All the latest natural skin care, anti-aging and healthy lifestyle tips from Marie Veronique Organics.
Five Ways to Repair Sun Damage
Sun damage is a polite way to describe the unwanted effects of too much UV exposure. The main effects we decry are wrinkles, leathery, blotchy skin and “sun spots.” Sun spots are often referred to as age spots (Lentigus senilis) or liver spots associated with sun damage or aging, sometimes appearing as raised spots (Seborrheic keratoses). They typically start showing up on the most exposed areas, like the hands and the face, by age 40-50, or earlier if you have an outdoor job or live in an area where you get a great deal of sun exposure.
Since this post is about repair we won’t belabor the obvious, namely that an ounce of prevention is worth a pound of cure, and that spreading on those ounces of sunscreen and sun protection measures prevents spending pounds and pounds (or dollars and dollars) on reparative treatments later on.
The conventional approach to treating the effects of sun damage can involve pretty drastic procedures such as cutting into the skin (facelifts), treatments like Botox injections or using ingredients like hydroquinone that pose health risks. Luckily, effective, safer and less invasive alternative treatments do exist. They start with the premise that since free radicals are the primary contributor to visible effects of aging, the best approach to minimizing damage is to limit free radical attack.
Free radicals attack a wide variety of structures: long-lived biomolecules such as collagen, elastin and DNA, mucopolysaccharides, lipids that make up the membranes of cells and organelles such as mitochondria and lysosomes, components of blood vessel walls, and proteins and lipids that combine and accumulate as "age pigment.” Since free radical assault covers such wide territory, it follows that repelling its advance involves lining up a variety of defensive weapons.
Here are a few suggestions for comprehensive repair to damaged skin:
L-ascorbic acid*, aka Vitamin C
This most versatile and important nutrient/antioxidant is a powerful scavenger of the hydroxyl radical, and is one of the ingredients that has research backing up its anti-aging claims. Studies show that regular application of topical l-ascorbic acid provides wavelength-independent ultraviolet protection and results in clinically visible anti-wrinkling. It plays a crucial role in two processes that become very important as we get older—collagen synthesis and inhibition of melanogenesis. L-ascorbic acid also helps to decompose preformed melanin, so in addition to its superb reparative, photoprotectant and anti-inflammatory properties it is indispensable in helping to normalize hyperpigmentation.
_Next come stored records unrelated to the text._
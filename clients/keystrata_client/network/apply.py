"""Bring every node of a description in line with it, through the nodes' registry APIs.

:func:`survey` asks each node what it holds and computes its changes
(:func:`changes.compare`); :func:`apply` makes them: creations and changes station by
station and then at the relays, in registry-kind order, so each node stays valid at
every step and no relay relays for a pair its stations do not know yet; retirements
(only when asked for) the other way round. Every call is one registry API call, so the
node checks it and writes its ledger entry; applying twice changes nothing the second
time. A call that fails is reported with the node's own message, and the other calls
go on.
"""

from __future__ import annotations

from collections.abc import Callable, Mapping
from concurrent.futures import ThreadPoolExecutor
from dataclasses import dataclass, field
from typing import Any

from keystrata_client._errors import ApiError, KeystrataClientError
from keystrata_client._operator import OperatorClient
from keystrata_client._tls import TlsIdentity
from keystrata_client.network import changes as changes_of
from keystrata_client.network.description import Network, certificate_of
from keystrata_client.network.desired import KIND_ORDER, apply_order, entries_for

#: Called after each call made: (node ID, the action, its error message or None).
Progress = Callable[[str, changes_of.Action, str | None], None]


@dataclass
class NodeSurvey:
    node_id: str
    url: str | None
    changes: changes_of.NodeChanges | None = None
    error: str | None = None


@dataclass
class NodeOutcome:
    node_id: str
    done: list[changes_of.Action] = field(default_factory=list)
    failed: list[tuple[changes_of.Action, str]] = field(default_factory=list)


def policy_defaults(document: Mapping[str, Any]) -> dict[str, Any] | None:
    """The defaults of a pair policy's members, from a node's OpenAPI document."""
    schemas = document.get("components", {}).get("schemas", {})
    props = schemas.get("PairPolicy", {}).get("properties")
    if not isinstance(props, dict):
        return None
    return {k: v["default"] for k, v in props.items() if isinstance(v, dict) and "default" in v}


def _client(url: str, identity: TlsIdentity, timeout: float) -> OperatorClient:
    return OperatorClient(url, identity, timeout=timeout)


def survey_node(
    net: Network,
    node_id: str,
    identity: TlsIdentity,
    *,
    retire_unlisted: bool = False,
    timeout: float = 20.0,
) -> NodeSurvey:
    """Ask one node what it holds and compute what applying would change there."""
    node = net.nodes[node_id]
    out = NodeSurvey(node_id, node.url)
    if node.url is None:
        out.error = "the description gives no url for this node"
        return out
    me = certificate_of(identity.cert).subject
    try:
        with _client(node.url, identity, timeout) as ops:
            answered = ops.node_info()
            if answered.get("node_id") != node_id:
                out.error = (
                    f"the node at {node.url} is {answered.get('node_id')!r}, not {node_id!r}"
                )
                return out
            current = {kind: ops.list(kind, include_retired=True) for kind in KIND_ORDER}
            defaults = policy_defaults(ops.api_document())
    except KeystrataClientError as exc:
        out.error = _message(exc)
        return out
    applying = [
        ("principals", p["principal_id"])
        for p in current["principals"]
        if p.get("cert_subject") == me and not p.get("retired_at")
    ]
    out.changes = changes_of.compare(
        node_id,
        entries_for(net, node_id),
        current,
        policy_defaults=defaults,
        retire_unlisted=retire_unlisted,
        keep=applying,
    )
    return out


def survey(
    net: Network, identity: TlsIdentity, *, retire_unlisted: bool = False, timeout: float = 20.0
) -> list[NodeSurvey]:
    """Every node's survey, asked at once; in :func:`desired.apply_order`."""
    order = apply_order(net)
    with ThreadPoolExecutor(max(1, min(8, len(order)))) as pool:
        jobs = [
            pool.submit(
                survey_node, net, n, identity, retire_unlisted=retire_unlisted, timeout=timeout
            )
            for n in order
        ]
        return [job.result() for job in jobs]


def _message(exc: KeystrataClientError) -> str:
    if isinstance(exc, ApiError):
        details = "; ".join(", ".join(f"{k}: {v}" for k, v in d.items()) for d in exc.details[:5])
        return f"{exc.status} {exc.message}" + (f" ({details})" if details else "")
    return str(exc)


def _call(ops: OperatorClient, action: changes_of.Action) -> None:
    if action.verb == "create":
        ops.create(action.kind, action.body)
    elif action.verb == "change":
        ops.change(action.kind, action.entry_id, action.body)
    else:
        ops.retire(action.kind, action.entry_id)


def apply(
    net: Network,
    surveys: list[NodeSurvey],
    identity: TlsIdentity,
    *,
    progress: Progress | None = None,
    timeout: float = 20.0,
) -> list[NodeOutcome]:
    """Make the surveyed changes; return what was done and what failed, per node."""
    outcomes = {s.node_id: NodeOutcome(s.node_id) for s in surveys}
    ready = [s for s in surveys if s.changes is not None and s.url is not None]

    def run(s: NodeSurvey, verbs: tuple[str, ...]) -> None:
        assert s.changes is not None and s.url is not None
        todo = [a for a in s.changes.actions if a.verb in verbs]
        if not todo:
            return
        with _client(s.url, identity, timeout) as ops:
            for action in todo:
                error: str | None = None
                try:
                    _call(ops, action)
                except KeystrataClientError as exc:
                    error = _message(exc)
                    outcomes[s.node_id].failed.append((action, error))
                else:
                    outcomes[s.node_id].done.append(action)
                if progress is not None:
                    progress(s.node_id, action, error)

    for s in ready:
        run(s, ("create", "change"))
    for s in reversed(ready):
        run(s, ("retire",))
    return [outcomes[s.node_id] for s in surveys]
*Note: Vitamin C is unstable, and in the presence of air, liquid or other oxidizing agents it is easily converted to oxidized forms. The oxidized vitamin C is not only incapable of boosting collagen synthesis or scavenging free radicals, it may actually promote free radical formation because it has become an oxidant.
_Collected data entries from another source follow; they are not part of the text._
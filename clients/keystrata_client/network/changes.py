"""What applying a description would change on one node: pure, from the entries the
node should hold (:mod:`desired`) and those it holds (the registry API's lists).

- an entry the node lacks is created;
- an entry whose changeable fields differ is changed, sending only those fields (for a
  pair, only the policy members that differ);
- an entry that differs in a field the registry never changes (a link's ends, a pair's
  stations, a principal's role or binding), or that is retired on the node, cannot be
  brought in line: a *conflict*, reported and left alone (retired IDs are never reused;
  the description needs a new ID);
- an active entry the description does not list is reported as *unlisted*; it is retired
  only when asked (never the node's own entry, nor the principal applying).
"""

from __future__ import annotations

from collections.abc import Iterable, Mapping
from dataclasses import dataclass, field
from typing import Any

from keystrata_client.network.desired import ID_FIELD, KIND_ORDER, Entry

#: Fields the registry lets an operator change, per kind; every other field is fixed.
CHANGEABLE = {
    "nodes": ("url", "description", "physical"),
    "links": ("description", "optics"),
    "pairs": ("policy",),
    "principals": ("cert_subject", "cert_sha256", "description"),
}
FIXED = {
    "nodes": ("role",),
    "links": ("relay_id", "station_id"),
    "pairs": ("relay_id", "stations"),
    "principals": ("role", "station_id", "link_id", "node_id"),
}


@dataclass(frozen=True)
class Action:
    """One call to make: ``create`` (body), ``change`` (the changed fields), ``retire``."""

    verb: str
    kind: str
    entry_id: str
    body: dict[str, Any]
    fields: tuple[str, ...] = ()

    def describe(self) -> str:
        what = f"{self.verb} {self.kind} {self.entry_id}"
        return f"{what}: {', '.join(self.fields)}" if self.fields else what


@dataclass(frozen=True)
class Conflict:
    kind: str
    entry_id: str
    problem: str

    def describe(self) -> str:
        return f"{self.kind} {self.entry_id}: {self.problem}"


@dataclass
class NodeChanges:
    node_id: str
    actions: list[Action] = field(default_factory=list)
    conflicts: list[Conflict] = field(default_factory=list)
    unlisted: list[tuple[str, str]] = field(default_factory=list)
    unchanged: int = 0

    @property
    def empty(self) -> bool:
        return not self.actions and not self.conflicts


def _same(kind: str, name: str, want: Any, have: Any) -> bool:
    if kind == "pairs" and name == "stations":
        return sorted(want) == sorted(have or [])
    return bool(want == have)


def _policy_changes(want: Mapping[str, Any], have: Mapping[str, Any]) -> dict[str, Any]:
    return {k: v for k, v in want.items() if have.get(k) != v}


def compare(
    node_id: str,
    desired: Iterable[Entry],
    current: Mapping[str, list[dict[str, Any]]],
    *,
    policy_defaults: Mapping[str, Any] | None = None,
    retire_unlisted: bool = False,
    keep: Iterable[tuple[str, str]] = (),
) -> NodeChanges:
    """Compare what node ``node_id`` should hold with what it holds.

    ``current`` maps each kind to the node's entries, retired ones included.
    ``policy_defaults`` completes each pair's policy with the values the node uses for
    members a description leaves out, so leaving one out means "the default" rather
    than "whatever the node has". ``keep`` are (kind, ID) never retired.
    """
    out = NodeChanges(node_id)
    held = {kind: {e[ID_FIELD[kind]]: e for e in current.get(kind, [])} for kind in KIND_ORDER}
    wanted: set[tuple[str, str]] = set()
    for entry in desired:
        wanted.add((entry.kind, entry.entry_id))
        have = held[entry.kind].get(entry.entry_id)
        body = dict(entry.body)
        if entry.kind == "pairs" and policy_defaults:
            body["policy"] = dict(policy_defaults) | body["policy"]
        if have is None:
            out.actions.append(Action("create", entry.kind, entry.entry_id, dict(entry.body)))
            continue
        if have.get("retired_at"):
            out.conflicts.append(
                Conflict(
                    entry.kind,
                    entry.entry_id,
                    "retired on this node; retired IDs are never reused, give it a new ID",
                )
            )
            continue
        fixed = [
            f
            for f in FIXED[entry.kind]
            if f in body and not _same(entry.kind, f, body[f], have.get(f))
        ]
        if fixed:
            out.conflicts.append(
                Conflict(
                    entry.kind,
                    entry.entry_id,
                    f"{', '.join(fixed)} differ and cannot change; retire it and describe "
                    "a new entry",
                )
            )
            continue
        change: dict[str, Any] = {}
        names: list[str] = []
        for f in CHANGEABLE[entry.kind]:
            want = body.get(f)
            if entry.kind == "pairs":
                diff = _policy_changes(want or {}, have.get(f) or {})
                if diff:
                    change["policy"] = diff
                    names += [f"policy.{k}" for k in sorted(diff)]
            elif want != have.get(f):
                change[f] = want
                names.append(f)
        if change:
            out.actions.append(Action("change", entry.kind, entry.entry_id, change, tuple(names)))
        else:
            out.unchanged += 1
    kept = {("nodes", node_id), *keep}
    for kind in reversed(KIND_ORDER):
        for entry_id, have in sorted(held[kind].items()):
            if have.get("retired_at") or (kind, entry_id) in wanted:
                continue
            if retire_unlisted and (kind, entry_id) not in kept:
                out.actions.append(Action("retire", kind, entry_id, {}))
            else:
                out.unlisted.append((kind, entry_id))
    return out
In other words, Vitamin C in serums or creams may already be oxidized by the time you apply them to your skin. In this case they will be working against you, not for you. In addition, only highly concentrated preparations (10% or more) deliver enough vitamin C to the cells to be topically effective. This is why we offer Vitamin C in it’s freshest form, to be mixed with a serum immediately prior to application.
Vitamin E is the chief fat-soluble antioxidant, and occurs prominently in all membranes. Vitamin E quenches the super oxide radical and lipid peroxide radicals. When Vitamin E quenches free radicals it becomes a Vitamin E radical, which then uses Vitamin C to return it to its antioxidant state. Thus the combined power of Vitamin E and C provides an excellent example of how antioxidants work synergistically in an integrated and regulated way to protect against oxidative stress.
Superoxide dismutase or SOD
Skin possesses an extremely efficient antioxidant system by two major groups: enzymes (e.g., superoxide dismutase, SOD) and small molecules (e.g., L-ascorbic acid). SOD is the strongest known biological agent for repairing free radical damage and quenching superoxide radicals.
Chronic inflammation caused by free radicals accelerates aging. Anti-oxidants like green tea, licorice, paper mulberry and bioflavonoids also have anti-inflammatory properties, and when applied to the skin can interrupt the arachidonic cascade that generates inflammatory prostaglandins and leukotrienes.
Surrounding every skin cell is a layer of fat-like substances, called 'lipids’. When in contact with sunlight or air, lipids undergo peroxidation and lose their barrier ability, causing gaps to occur in the lipid matrix. When the lipid barrier is compromised, moisture loss increases which leads to dry, scaly or even cracked skin. Dehydrated cells function poorly and the immune system of the skin becomes weakened. From a health standpoint, the risk of infection or other skin diseases increases. From a cosmetic standpoint, skin dryness will occur, more fine lines will appear and wrinkles will become larger and deeper. The solution for both dry and oily skin types is to apply oils that will replenish the top layer of skin to optimize barrier function.